◆ Required work:
What lines below contain the word "every"? Please pull each one out.

[Stored items]
··········

"""Shared printing helpers for commands: tables for people, JSON for machines."""

from __future__ import annotations

import dataclasses
import json
import math
import sys
from collections.abc import Sequence

import numpy as np

from compensator.errors import InputError, Problem

#: Exit statuses, used by every command (and by ``compensator.cli.main``).
EXIT_OK = 0
#: A check the command ran failed (e.g. an unstable loop, a bound not met).
EXIT_FAILURE = 1
#: The user's input is wrong (bad option, bad file): one line per problem on stderr.
EXIT_USAGE = 2
#: The input was well-formed but nothing in it could be analysed (every fit failed).
EXIT_NOTHING_ANALYSED = 3
#: Interrupted by Ctrl-C (128 + SIGINT).
EXIT_INTERRUPTED = 130

COMMAND_LINE = "<command line>"


def usage_error(flag: str, reason: str) -> InputError:
    """The one way to build a command-line usage error (raise what it returns).

    Parameters
    ----------
    flag : str
        The option at fault, e.g. ``"--rate-hz"`` ("" for the command as a whole).
    reason : str
        What is wrong, in plain words, with the value given.
    """
    return InputError(Problem(COMMAND_LINE, 0, flag, reason))


def jsonable(value):
    """Convert dataclasses, numpy scalars and arrays into JSON-ready values.

    Non-finite floats become ``None`` so the output is strict JSON.
    """
    if dataclasses.is_dataclass(value) and not isinstance(value, type):
        return {f.name: jsonable(getattr(value, f.name)) for f in dataclasses.fields(value)}
    if isinstance(value, dict):
        return {str(k): jsonable(v) for k, v in value.items()}
    if isinstance(value, (list, tuple)):
        return [jsonable(v) for v in value]
    if isinstance(value, np.ndarray):
        return jsonable(value.tolist())
    if isinstance(value, np.generic):
        return jsonable(value.item())
    if isinstance(value, float) and not math.isfinite(value):
        return None
    return value


def print_json(value, stream=None) -> None:
    """Write ``value`` as indented strict JSON to stdout (or ``stream``)."""
    stream = stream or sys.stdout
    json.dump(jsonable(value), stream, indent=2, allow_nan=False)
    stream.write("\n")


def format_table(rows: Sequence[Sequence], headers: Sequence[str], formats: Sequence[str] | None = None) -> str:
    """Render rows as a right-aligned plain-text table.

    Parameters
    ----------
    rows : sequence of sequences
        Cell values, one inner sequence per row.
    headers : sequence of str
        Column titles (put the unit in the title).
    formats : sequence of str, optional
        ``format()`` specs per column, e.g. ``".3f"``; strings pass through.
    """
    formats = list(formats or [""] * len(headers))
    cells = [[str(h) for h in headers]]
    for row in rows:
        cells.append([
            v if isinstance(v, str) else format(v, f) for v, f in zip(row, formats)
        ])
    widths = [max(len(r[i]) for r in cells) for i in range(len(headers))]
    lines = ["  ".join(c.rjust(w) for c, w in zip(r, widths)) for r in cells]
    lines.insert(1, "  ".join("-" * w for w in widths))
    return "\n".join(lines)


def add_json_flag(parser) -> None:
    """Add the standard ``--json`` flag."""
    parser.add_argument("--json", action="store_true", help="print machine-readable JSON on stdout")


def finite_float(text: str) -> float:
    """argparse type: a finite number (no nan or inf)."""
    import argparse

    try:
        value = float(text)
    except ValueError:
        raise argparse.ArgumentTypeError(f"expected a number, got {text!r}") from None
    if not math.isfinite(value):
        raise argparse.ArgumentTypeError(f"must be finite, got {text!r}")
    return value


def temperature_c(text: str) -> float:
    """argparse type: a finite temperature above absolute zero, degree Celsius."""
    import argparse

    value = finite_float(text)
    if value <= -273.15:
        raise argparse.ArgumentTypeError(f"must be above absolute zero (-273.15 C), got {text!r}")
    return value


def positive_float(text: str) -> float:
    """argparse type: a finite number greater than zero."""
    import argparse

    value = finite_float(text)
    if value <= 0:
        raise argparse.ArgumentTypeError(f"must be greater than 0, got {text!r}")
    return value


def non_negative_float(text: str) -> float:
    """argparse type: a finite number at least zero."""
    import argparse

    value = finite_float(text)
    if value < 0:
        raise argparse.ArgumentTypeError(f"must be at least 0, got {text!r}")
    return value
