def _gains(windows, deriv):
    """Noise gain of each curve's window (computed once per distinct window)."""
    table = {int(w): _noise_gain(int(w), deriv) for w in np.unique(windows)}
    return np.array([table[int(w)] for w in windows]) if len(windows) else np.zeros(0)


def _savgol_grouped(y, windows, step_v, deriv):
    """Savitzky-Golay derivative of each row with its own window (grouped by window)."""
    out = np.empty_like(y)
    for w in np.unique(windows):
        rows = windows == w
        out[rows] = savgol_filter(y[rows], int(w), POLYORDER, deriv=deriv, delta=step_v, axis=-1, mode="nearest")
    return out


def _weighted_poly(x, y, weights, mask, degree):
    """Weighted polynomial fit of every row over its masked points; returns coeffs (low->high), cov, chi2, n."""
    wm = np.where(mask, weights, 0.0)
    y = np.where(mask, y, 0.0)  # points outside the mask (possibly NaN) must not reach the sums
    powers = np.stack([x ** d for d in range(degree + 1)], axis=-1)  # (m, n, p)
    a = np.einsum("mn,mni,mnj->mij", wm, powers, powers)
    b = np.einsum("mn,mni,mn->mi", wm, powers, y)
    n_used = mask.sum(axis=1)
    good = n_used > degree
    a_safe = np.where(good[:, None, None], a, np.eye(degree + 1)[None])
    cov = np.linalg.inv(a_safe)
    coef = np.einsum("mij,mj->mi", cov, b)
    model = np.einsum("mni,mi->mn", powers, coef)
    chi2 = np.sum(wm * (y - model) ** 2, axis=1)
    coef[~good] = np.nan
    return coef, cov, chi2, n_used


def _uniform(bias_v, ln_i):
    """Return a uniform grid and ln I (rows) on it, interpolating when the steps vary by more than 1 %."""
    steps = np.diff(bias_v)
    if np.ptp(steps) <= 0.01 * abs(steps.mean()):
        return bias_v, ln_i
    grid = np.linspace(bias_v[0], bias_v[-1], bias_v.size)
    if ln_i.ndim == 1:
        return grid, np.interp(grid, bias_v, ln_i)
    return grid, np.array([np.interp(grid, bias_v, row) for row in ln_i])


def check_curve(bias_v, current_a) -> str:
    """Reason why one curve cannot be analysed, or ``""``.

    Parameters
    ----------
    bias_v, current_a : array_like, shape (n_points,)
        Bias (volt) and reverse current magnitude (ampere), in sweep order.

    Returns
    -------
    str
        Empty when the curve is usable.
    """
    bias_v = np.asarray(bias_v, dtype=float)
    current_a = np.asarray(current_a, dtype=float)
    if bias_v.shape != current_a.shape or bias_v.ndim != 1:
        return "bias and current columns differ in length"
    if bias_v.size < MIN_POINTS:
        return f"too few points ({bias_v.size}; need at least {MIN_POINTS})"
    if not (np.all(np.isfinite(bias_v)) and np.all(np.isfinite(current_a))):
        return "non-finite bias or current values"
    steps = np.diff(bias_v)
    if not (np.all(steps > 0) or np.all(steps < 0)):
        sign = np.sign(steps[0]) or 1.0
        bad = int(np.argmax(np.sign(steps) != sign))
        return f"bias is not strictly monotonic (sweep reverses or repeats at {bias_v[bad + 1]:.4g} V)"
    nonpos = current_a <= 0
    if nonpos.any():
        first = int(np.argmax(nonpos))
        return (f"{int(nonpos.sum())} current value(s) are zero or negative (first at {bias_v[first]:.4g} V); "
                "give the reverse current as a positive magnitude")
    return ""


def find_breakdown(bias_v, current_a, method: str = DEFAULT_METHOD) -> IvBreakdown:
    """Breakdown voltage of one or many I-V curves.

    Parameters
    ----------
    bias_v : array_like, shape (n_points,) or (n_curves, n_points)
        Reverse bias, volt; a 1-D grid is shared by all curves. Sweeps may run
        up or down but must be strictly monotonic; non-uniform steps are
        resampled onto a uniform grid with the same number of points.
    current_a : array_like, shape (n_points,) or (n_curves, n_points)
        Reverse current magnitude, ampere (positive).
    method : {"inverse-log-derivative", "log-derivative-peak", "second-derivative"}
        See the module docstring.

    Returns
    -------
    IvBreakdown
        Arrays over curves (a 1-D input is one curve). Failed curves carry a
        reason and NaN values; they never raise.

    Raises
    ------
    ModelError
        Unknown ``method`` or arrays whose shapes do not match.
    """
    if method not in METHODS:
        raise ModelError(f"method must be one of {', '.join(METHODS)}; got {method!r}")
    current_a = np.asarray(current_a, dtype=float)
    bias_v = np.asarray(bias_v, dtype=float)
    if current_a.ndim == 1:
        current_a = current_a[None, :]
    if current_a.ndim != 2:
        raise ModelError("current_a must be 1-D or 2-D (curves x points)")
    m, n = current_a.shape
    if bias_v.ndim == 1:
        if bias_v.size != n:
            raise ModelError(f"bias_v has {bias_v.size} points but current_a has {n}")
        bias_rows = None
    elif bias_v.shape == current_a.shape:
        bias_rows = bias_v
    else:
        raise ModelError(f"bias_v shape {bias_v.shape} does not match current_a shape {current_a.shape}")

    reasons = [""] * m
    grid = np.full((m, n), np.nan)
    ln_i = np.full((m, n), np.nan)
    if bias_rows is None:
        grid_reason = check_curve(bias_v, np.ones_like(bias_v))  # the shared grid alone
        if grid_reason:
            reasons = [grid_reason] * m
        else:
            flip = bias_v[-1] < bias_v[0]
            b = bias_v[::-1] if flip else bias_v
            c = current_a[:, ::-1] if flip else current_a
            bad = ~np.all(np.isfinite(c), axis=1) | np.any(c <= 0, axis=1)
            for i in np.flatnonzero(bad):
                reasons[i] = check_curve(b, c[i])
            with np.errstate(divide="ignore", invalid="ignore"):
                logs = np.log(np.where(bad[:, None], 1.0, c))
            g, logs_u = _uniform(b, logs)
            grid[:] = g
            ln_i[:] = logs_u
    else:
        for i in range(m):
            reasons[i] = check_curve(bias_rows[i], current_a[i])
            if reasons[i]:
                continue
            b, c = bias_rows[i], current_a[i]
            if b[-1] < b[0]:
                b, c = b[::-1], c[::-1]
            grid[i], ln_i[i] = _uniform(b, np.log(c))
    return _analyse(grid, ln_i, reasons, method)


def _analyse(grid, ln_i, reasons, method):
    m, n = ln_i.shape
    nan = np.full(m, np.nan)
    result = dict(breakdown_v=nan.copy(), breakdown_err_v=nan.copy(), exponent=nan.copy(),
                  fit_lo_v=nan.copy(), fit_hi_v=nan.copy(), window_points=np.zeros(m, dtype=int))
    deriv_all = np.full((m, n), np.nan)
    live = np.array([not r for r in reasons], dtype=bool)
    reasons = list(reasons)
    if live.any():
        idx = np.flatnonzero(live)
        step = grid[idx, 1] - grid[idx, 0]
        # Rows share one step size only if they share a grid; group by step.
        for s in np.unique(np.round(step, 12)):
            rows = idx[np.isclose(step, s, rtol=0, atol=1e-12)]
            out = _analyse_uniform(grid[rows], ln_i[rows], float(s), method)
            for key in result:
                result[key][rows] = out[key]
            deriv_all[rows] = out["deriv"]
            for r, why in zip(rows, out["reason"]):
                reasons[r] = why
    return IvBreakdown(method=method, reason=tuple(reasons), bias_v=grid, log_derivative_per_v=deriv_all, **result)
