"""``compensator demo``: the main job, end to end, on the bundled demo profiles.

The scenario: outdoor radiation monitors in mountain huts, enclosure
temperature -25 to +45 C; three invented SiPM types on two invented boards and
an invented cooler. The demo

1. characterises a sensor from seeded synthetic bench I-V curves (breakdown
   per curve, then the temperature coefficient) and compares with the profile;
2. for each instrument, shows the gain drift at fixed bias and what a
   compensation law leaves, with its gain-error budget;
3. sizes the microcontroller lookup table for a gain-error bound (and writes
   the C code with ``--out DIR``);
4. tunes (robust PI) and verifies the cooler loop and the bias-supply loop.
"""

from __future__ import annotations

import sys
from pathlib import Path

import numpy as np

from compensator.cli._common import add_json_flag, format_table, positive_float, print_json
from compensator.errors import InputError, Problem
from compensator.physics.sipm import evaluate, gain
from compensator.profiles import load_board, load_sipm, load_thermal

ORDER = 1

#: (sipm profile, board profile, nominal overvoltage in volt) of each demo instrument.
DEMO_INSTRUMENTS = (
    ("hut-sipm-a.yaml", "hut-board-ntc.yaml", 3.0),
    ("hut-sipm-b.yaml", "hut-board-pt1000.yaml", 4.0),
    ("hut-sipm-c.yaml", "hut-board-pt1000.yaml", 5.0),
)
DEMO_COOLER = "hut-cooler.yaml"
DEMO_TABLE_BOUND_PCT = 0.05
DEMO_SEED = 2026

SAFETY = (
    "caution: SiPM bias supplies deliver tens of volts (above 60 V dc is hazardous live under IEC 61010-1 in dry "
    "conditions); coolers can overheat an unsinked hot side or drive a cold plate below the dew point. These are "
    "models for planning; wiring, enclosures and field installation follow local codes and licensed practice."
)


def register(subparsers) -> None:
    parser = subparsers.add_parser("demo", help="run the main job end to end on the bundled demo profiles")
    parser.add_argument("--profiles", default="hardware_profiles", metavar="DIR",
                        help="directory holding the demo profiles (default: hardware_profiles)")
    parser.add_argument("--step-c", type=positive_float, default=10.0, metavar="K",
                        help="temperature step of the printed tables, kelvin (default 10)")
    parser.add_argument("--out", metavar="DIR",
                        help="also write each instrument's lookup table as C99 (DIR/<sipm>/) ; never overwrites")
    add_json_flag(parser)
    parser.set_defaults(handler=run)


def instrument_model(law, sipm_profile, board_profile, table, temps_c) -> dict:
    """Gain drift at fixed bias against the law and against the firmware's integer path, over temperature.

    The fixed bias is the one giving the law's overvoltage at 25 C. The law's
    supply output has the series-resistor drop added back. The firmware path
    is the whole chain: temperature -> ADC code -> lookup table -> DAC code ->
    supply output -> bias at the sensor after the filter resistor. Gains are
    evaluated at the bias that really reaches the sensor.
    """
    from compensator.physics.supply import sipm_bias_v

    device, supply = sipm_profile.device, board_profile.supply
    temps_c = np.asarray(temps_c, dtype=float)
    fixed_bias_v = float(device.breakdown.breakdown_v(25.0)) + law.overvoltage_v
    nominal_gain = float(gain(device, fixed_bias_v, 25.0))
    fixed = evaluate(device, temps_c, bias_v=fixed_bias_v)
    supply_v = law.output_v(temps_c)
    at_sensor_v = sipm_bias_v(supply, device, supply_v, temps_c)
    adc_code = board_profile.temperature.adc_code(temps_c)
    dac_code, _ = table.lookup(adc_code)
    firmware_v = sipm_bias_v(supply, device, supply.output_v(dac_code), temps_c)
    return {
        "temp_c": temps_c,
        "breakdown_v": device.breakdown.breakdown_v(temps_c),
        "adc_code": adc_code,
        "fixed_bias_v": fixed_bias_v,
        "fixed_gain_error_pct": 100.0 * (fixed.gain / nominal_gain - 1.0),
        "law_supply_v": supply_v,
        "series_drop_mv": 1e3 * (supply_v - at_sensor_v),
        "law_gain_error_pct": 100.0 * (gain(device, at_sensor_v, temps_c) / nominal_gain - 1.0),
        "firmware_dac_code": dac_code,
        "firmware_gain_error_pct": 100.0 * (gain(device, firmware_v, temps_c) / nominal_gain - 1.0),
        "dark_rate_hz": evaluate(device, temps_c, bias_v=at_sensor_v).dark_rate_hz,
    }


def characterise(sipm_profile, seed: int = DEMO_SEED) -> dict:
    """Recover breakdown and tempco from seeded synthetic I-V curves of the sensor type.

    The profile's breakdown model is the truth; curves at -20..40 C carry 1 %
    noise and a Geiger-probability bend, as a bench would give.
    """
    from compensator.calibration.iv import find_breakdown
    from compensator.calibration.synthetic import simulate_iv
    from compensator.calibration.tempco import fit_tempco

    truth = sipm_profile.device.breakdown
    rng = np.random.default_rng(seed)
    temps_c = np.arange(-20.0, 40.1, 10.0)
    true_v = truth.breakdown_v(temps_c)
    bias_v = np.arange(true_v.min() - 1.5, true_v.max() + 3.0, 0.01)
    current_a = simulate_iv(rng, bias_v, true_v, geiger_scale_v=0.8, relative_noise=0.01)
    found = find_breakdown(bias_v, current_a)
    fit = fit_tempco(temps_c, found.breakdown_v, found.breakdown_err_v, ref_temp_c=truth.ref_temp_c)
    return {
        "sipm": sipm_profile.name, "curve_count": int(temps_c.size), "temp_c": temps_c,
        "breakdown_v": found.breakdown_v, "breakdown_err_v": found.breakdown_err_v, "true_breakdown_v": true_v,
        "tempco_mv_per_k": fit.tempco_mv_per_k, "tempco_err_mv_per_k": fit.tempco_err_mv_per_k,
        "true_tempco_mv_per_k": truth.tempco_mv_per_k,
        "breakdown_v_at_ref": fit.breakdown_v_at_ref, "breakdown_err_v_at_ref": fit.breakdown_err_v,
        "true_breakdown_v_at_ref": truth.breakdown_v_at_ref, "ref_temp_c": truth.ref_temp_c,
    }


def build_tables(law, board_profile):
    """The optimised table at the demo bound and the smallest uniform one, as a baseline."""
    from compensator.firmware.tables import build_table

    return (build_table(law, board_profile, DEMO_TABLE_BOUND_PCT, layout="optimised"),
            build_table(law, board_profile, DEMO_TABLE_BOUND_PCT, layout="uniform"))


def table_summary(law, table, uniform, sipm_profile, board_profile, out_dir: Path | None) -> dict:
    """Verify the table at every ADC code of the range; optionally write its C99 and sweep."""
    from compensator.fileio import write_files_atomic
    from compensator.firmware.table_c import render_sweep_csv, render_table_c
    from compensator.firmware.tables import sweep_table

    sweep = sweep_table(table, law, board_profile)
    files = []
    if out_dir is not None:
        rendered = render_table_c(table, [sipm_profile, board_profile])
        files = [str(p) for p in write_files_atomic(out_dir / sipm_profile.name,
                                                    {**rendered, "sweep.csv": render_sweep_csv(sweep)},
                                                    what="table output")]
    return {
        "bound_pct": DEMO_TABLE_BOUND_PCT,
        "optimised_entries": table.entries, "optimised_table_bytes": table.table_bytes,
        "uniform_entries": uniform.entries, "uniform_table_bytes": uniform.table_bytes,
        "codes_verified": int(sweep.adc_code.size), "max_gain_error_pct": sweep.max_gain_error_pct,
        "files": files,
    }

··········

◆ Exercise output:
#: Exit statuses, used by every command (and by ``compensator.cli.main``).
#: The input was well-formed but nothing in it could be analysed (every fit failed).
    """Weighted polynomial fit of every row over its masked points; returns coeffs (low->high), cov, chi2, n."""
    """Verify the table at every ADC code of the range; optionally write its C99 and sweep."""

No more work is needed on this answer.